They never tried to influence the tone of said coverage, not overtly anyway.
Over the past 25-odd years I’ve written some ill-informed hot takes on cricket. I’ve written decent takes that I’ve butchered by stretching the point too far, and some columns that have dwelled too long on individual failings. Not once in the past 10 years, not that I can recall anyway, has anybody at NZC contacted me or my editors to criticise or even point out those misjudgements. They even seem grateful for the bad stuff under the no-such-thing-as-bad-publicity communications clause.
Rugby has a different attitude and it’s embedded deep into their psyche. They actually have people send emails to editors bitching about stories. They believe the media is out to get them and that any criticism is an example of playing the man not the ball.

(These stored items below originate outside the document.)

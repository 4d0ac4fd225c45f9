//! Corrected training: the claim of Patrini et al. (2017) on an open dataset, the model
//! file round trip through `predict`, and the `train` / `compare` / `predict` commands.

mod common;

use common::{fixture, flip, flipmend, iris_x10, TempDir};
use flipmend::io::model::{
    read_model, write_model, ModelFile, TrainingMetrics, TrainingSettings, MODEL_FORMAT,
    MODEL_VERSION,
};
use flipmend::learn::metrics::accuracy;
use flipmend::learn::softmax::Standardized;
use flipmend::learn::train::{predict_classes, train, Correction, TrainInputs};
use flipmend::learn::SoftmaxParams;
use ndarray::Array2;

fn demo() -> String {
    format!("{}/demo-data/recycling.csv", env!("CARGO_MANIFEST_DIR"))
}

#[test]
fn forward_beats_none_under_heavy_pair_flip_noise() {
    // Patrini et al. (CVPR 2017): with the true T, forward correction recovers accuracy
    // that plain cross-entropy loses to class-dependent noise. 40 % pair flips on iris:
    // T[i][i] = 0.6, T[i][i+1 mod 3] = 0.4 (Han et al. 2018's pair flip).
    let (x, truth) = iris_x10(3);
    let t = Array2::from_shape_fn((3, 3), |(i, j)| {
        if i == j {
            0.6
        } else if j == (i + 1) % 3 {
            0.4
        } else {
            0.0
        }
    });
    let observed = flip(&truth, &t, 4);
    let rows: Vec<usize> = (0..truth.len()).collect();
    let params = SoftmaxParams::default();
    let clean_accuracy = |correction| {
        let trained = train(
            x.view(),
            &rows,
            &observed,
            3,
            correction,
            TrainInputs {
                matrix: Some(&t),
                probs: None,
                start: None,
                cancel: None,
                by_source: None,
                standardized: None,
            },
            &params,
        )
        .unwrap();
        accuracy(
            &predict_classes(&trained.model.predict_proba(x.view(), None)),
            &truth,
        )
        .unwrap()
    };
    let (none, forward) = (
        clean_accuracy(Correction::None),
        clean_accuracy(Correction::Forward),
    );
    eprintln!(
        "iris, 40% pair flip: accuracy against clean labels: none {none:.4}, forward {forward:.4}"
    );
    assert!(
        forward > none + 0.05,
        "forward {forward:.4} vs none {none:.4}"
    );
}

#[test]
fn rows_standardised_once_give_every_correction_the_same_fit() {
    // compare standardises its training rows once for all corrections; each fit must be
    // the one that standardises its own rows, bit for bit (iris from linfa-datasets, 30 %
    // pair flips). Prune drops rows, so it must take its own path and still agree.
    let (x, truth) = iris_x10(3);
    let t = Array2::from_shape_fn((3, 3), |(i, j)| match (i, j) {
        _ if i == j => 0.7,
        _ if j == (i + 1) % 3 => 0.3,
        _ => 0.0,
    });
    let observed = flip(&truth, &t, 9);
    let rows: Vec<usize> = (0..truth.len()).collect();
    let probs = Array2::from_shape_fn((truth.len(), 3), |(r, c)| {
        if c == observed[r] {
            0.8f32
        } else {
            0.1
        }
    });
    let prepared = Standardized::new(x.view(), None);
    for correction in [
        Correction::None,
        Correction::Forward,
        Correction::Backward,
        Correction::Prune,
    ] {
        let fit = |standardized| {
            let inputs = TrainInputs {
                matrix: Some(&t),
                probs: Some(probs.view()),
                start: None,
                cancel: None,
                by_source: None,
                standardized,
            };
            let params = SoftmaxParams::default();
            train(x.view(), &rows, &observed, 3, correction, inputs, &params).unwrap()
        };
        let (own, shared) = (fit(None), fit(Some(&prepared)));
        assert_eq!(own.model.weights, shared.model.weights, "{correction:?}");
        assert_eq!(own.model.bias, shared.model.bias, "{correction:?}");
        assert_eq!(own.dropped, shared.dropped, "{correction:?}");
    }
}

fn model_file(
    model: &flipmend::learn::SoftmaxModel,
    classes: &[&str],
    features: &[&str],
) -> ModelFile {
    ModelFile {
        format: MODEL_FORMAT.into(),
        version: MODEL_VERSION,
        classes: classes.iter().map(|s| s.to_string()).collect(),
        features: features.iter().map(|s| s.to_string()).collect(),
        standardization: model.standardizer.clone(),
        weights: model
            .weights
            .rows()
            .into_iter()
            .map(|r| r.to_vec())
            .collect(),
        bias: model.bias.clone(),
        correction: "none".into(),
        matrix: None,
        settings: TrainingSettings {
            l2: 1e-3,
            max_iter: 500,
            seed: 0,
            matrix_source: None,
        },
        metrics: TrainingMetrics {
            objective: 0.0,
            iterations: 0,
            converged: true,
            rows: 0,
            dropped_rows: 0,
            accuracy_observed: 0.0,
            accuracy_trusted: None,
        },
        data_hash: String::new(),
    }
}

#[test]
fn predict_reproduces_in_process_predictions_exactly() {
    let (x, truth) = iris_x10(5);
    let rows: Vec<usize> = (0..truth.len()).collect();
    let trained = train(
        x.view(),
        &rows,
        &truth,
        3,
        Correction::None,
        TrainInputs {
            matrix: None,
            probs: None,
            start: None,
            cancel: None,
            by_source: None,
            standardized: None,
        },
        &SoftmaxParams::default(),
    )
    .unwrap();
    let in_process = trained.model.predict_proba(x.view(), None);
    let dir = TempDir::new();
    let model_path = dir.path("model.json");
    let file = model_file(
        &trained.model,
        &["setosa", "versicolor", "virginica"],
        &["a", "b", "c", "d"],
    );
    let mut bytes = Vec::new();
    write_model(&mut bytes, &file).unwrap();
    std::fs::write(&model_path, &bytes).unwrap();
    let (back, _) = read_model(&bytes[..], &model_path).unwrap();
    assert_eq!(back, file, "the model file round-trips exactly");
    let data_path = dir.path("x.csv");
    let mut text = String::from("a,b,c,d\n");
    for row in x.rows() {
        text.push_str(
            &row.iter()
                .map(|v| v.to_string())
                .collect::<Vec<_>>()
                .join(","),
        );
        text.push('\n');
    }
    std::fs::write(&data_path, text).unwrap();
    let preds = dir.path("p.csv");
    flipmend(&[
        "predict",
        "--model",
        &model_path.to_string_lossy(),
        "--data",
        &data_path.to_string_lossy(),
        "--out",
        &preds.to_string_lossy(),
    ])
    .assert_ok();
    let mut rdr = csv::Reader::from_path(&preds).unwrap();
    assert_eq!(
        rdr.headers().unwrap(),
        vec!["id", "predicted", "setosa", "versicolor", "virginica"]
    );
    let names = ["setosa", "versicolor", "virginica"];
    let predicted = predict_classes(&in_process);
    for (r, record) in rdr.records().enumerate() {
        let record = record.unwrap();
        assert_eq!(&record[0], r.to_string());
        assert_eq!(&record[1], names[predicted[r]]);
        for c in 0..3 {
            assert_eq!(
                record[2 + c].parse::<f64>().unwrap().to_bits(),
                in_process[[r, c]].to_bits(),
                "row {r} class {c}"
            );
        }
    }
}

#[test]
fn train_compare_and_predict_commands() {
    let dir = TempDir::new();
    let data = demo();
    for correction in ["none", "forward", "backward", "prune"] {
        let model = dir.path(&format!("{correction}.json"));
        let run = flipmend(&[
            "train",
            "--data",
            &data,
            "--correction",
            correction,
            "--method",
            "counting",
            "--out",
            &model.to_string_lossy(),
        ]);
        run.assert_ok();
        assert!(
            run.stdout
                .contains("accuracy on the training rows against observed labels"),
            "{}",
            run.stdout
        );
        let json: serde_json::Value =
            serde_json::from_str(&std::fs::read_to_string(&model).unwrap()).unwrap();
        assert_eq!(json["format"], "flipmend-model");
        assert_eq!(json["correction"], correction);
        assert_eq!(json["matrix"].is_null(), correction == "none");
    }
    let report = dir.path("compare.json");
    flipmend(&[
        "compare",
        "--data",
        &data,
        "--method",
        "counting",
        "--json",
        &report.to_string_lossy(),
    ])
    .assert_ok();
    let json: serde_json::Value =
        serde_json::from_str(&std::fs::read_to_string(&report).unwrap()).unwrap();
    let models = json["models"].as_array().unwrap();
    let names: Vec<&str> = models
        .iter()
        .map(|m| m["correction"].as_str().unwrap())
        .collect();
    assert_eq!(names, ["none", "forward", "backward", "prune"]);
    for key in [
        "holdout_accuracy_observed",
        "estimated_clean_accuracy",
        "test_accuracy",
        "trusted_accuracy",
        "per_class_recall",
        "confusion",
        "changed_vs_none",
    ] {
        assert!(models[0].get(key).is_some(), "missing {key}");
    }
    assert!(models[0]["test_accuracy"].is_null());
    assert_eq!(models[0]["changed_vs_none"], 0);
    let holdout: u64 = models[0]["confusion"]
        .as_array()
        .unwrap()
        .iter()
        .flat_map(|r| r.as_array().unwrap().iter().map(|v| v.as_u64().unwrap()))
        .sum();
    assert!(holdout > 0);
    // Prune drops about the expected number of mislabelled training rows: the invented
    // demo's labels are wrong on about 13 % of rows (demo-data/README.md), so far fewer
    // than half of them go, and the model still learns (a regression once summed the
    // posterior odds instead of probabilities and dropped all but one row).
    let prune = &models[3];
    let dropped = prune["dropped_rows"].as_u64().unwrap();
    assert!(
        (200..2_000).contains(&dropped),
        "prune dropped {dropped} rows"
    );
    let accuracy = |m: &serde_json::Value| m["trusted_accuracy"].as_f64().unwrap();
    assert!(accuracy(prune) > accuracy(&models[0]) - 0.05);
}

#[test]
fn bad_model_and_prediction_inputs_exit_2() {
    let dir = TempDir::new();
    let model = dir.path("m.json");
    let model_text = model.to_string_lossy().into_owned();
    let out = dir.path("p.csv").to_string_lossy().into_owned();
    flipmend(&[
        "train",
        "--data",
        &fixture("good.csv"),
        "--correction",
        "none",
        "--out",
        &model_text,
    ])
    .assert_ok();
    flipmend(&[
        "predict",
        "--model",
        &model_text,
        "--data",
        &fixture("one_class.csv"),
        "--out",
        &out,
    ])
    .assert_bad_input(&[
        "one_class.csv: the model needs the feature column 'f2'",
        "its columns: f1, label",
    ]);
    let mut json: serde_json::Value =
        serde_json::from_str(&std::fs::read_to_string(&model).unwrap()).unwrap();
    json["version"] = serde_json::json!(99);
    let newer = dir.path("newer.json");
    std::fs::write(&newer, json.to_string()).unwrap();
    flipmend(&[
        "predict",
        "--model",
        &newer.to_string_lossy(),
        "--data",
        &fixture("good.csv"),
        "--out",
        &out,
    ])
    .assert_bad_input(&["version 99", "newer flipmend"]);
    json["version"] = serde_json::json!(1);
    json["bias"] = serde_json::json!([0.0]);
    let broken = dir.path("broken.json");
    std::fs::write(&broken, json.to_string()).unwrap();
    flipmend(&[
        "predict",
        "--model",
        &broken.to_string_lossy(),
        "--data",
        &fixture("good.csv"),
        "--out",
        &out,
    ])
    .assert_bad_input(&["the bias must have 3 numbers"]);
    std::fs::write(&broken, "{not json").unwrap();
    flipmend(&[
        "predict",
        "--model",
        &broken.to_string_lossy(),
        "--data",
        &fixture("good.csv"),
        "--out",
        &out,
    ])
    .assert_bad_input(&["not valid JSON"]);
    flipmend(&[
        "train",
        "--data",
        &fixture("good.csv"),
        "--correction",
        "forward",
        "--faithful",
        "--out",
        &out,
    ])
    .assert_bad_input(&["--faithful applies to --correction backward only"]);
    flipmend(&[
        "compare",
        "--data",
        &fixture("good.csv"),
        "--holdout",
        "1.5",
    ])
    .assert_bad_input(&["--holdout must lie strictly between 0 and 1"]);
    assert!(!std::path::Path::new(&out).exists());
}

The subtext of that is that rugby reporters should bow down and appreciate just how lucky they are that they get to cover the greatest team the world has ever known. And in all honesty, many do.
Compared, say, to the way the English cover football or Australians cover league, New Zealand’s coverage of rugby is obsequious. But if you ask Steve Tew, Grant Fox or the many others of that ilk who have come before or after them about the reams of glowing testimony rugby gets, they’ll instead remember a line Chris Rattue wrote about someone that was really mean.
Their post-match performance was a crystallisation of that bull-headed angst. Instead of fronting up – now there’s a good rugby term – and showing perhaps even a hint of vulnerability, they expected the worst, so further muddied the waters by shielding the coach and instead issuing a mealy statement from the CEO.
Imagine how much more powerful the imagery could have been, and how much shorter the story cycle would have been, if Foster and Robinson had appeared together on Sunday; if Foster had acknowledged the poor results and said how determined he was to put them right; if Robinson had reminded the media that Foster was contracted through to the end of the World Cup and while he and NZR were concerned about the results, their primary focus was to determine what resources the coaches needed to put it right.
Instead it’s Wednesday evening, I’m still (loosely) writing about a poor test and I have no idea what NZR is doing with the coaching staff ahead of the mini-tour to South Africa.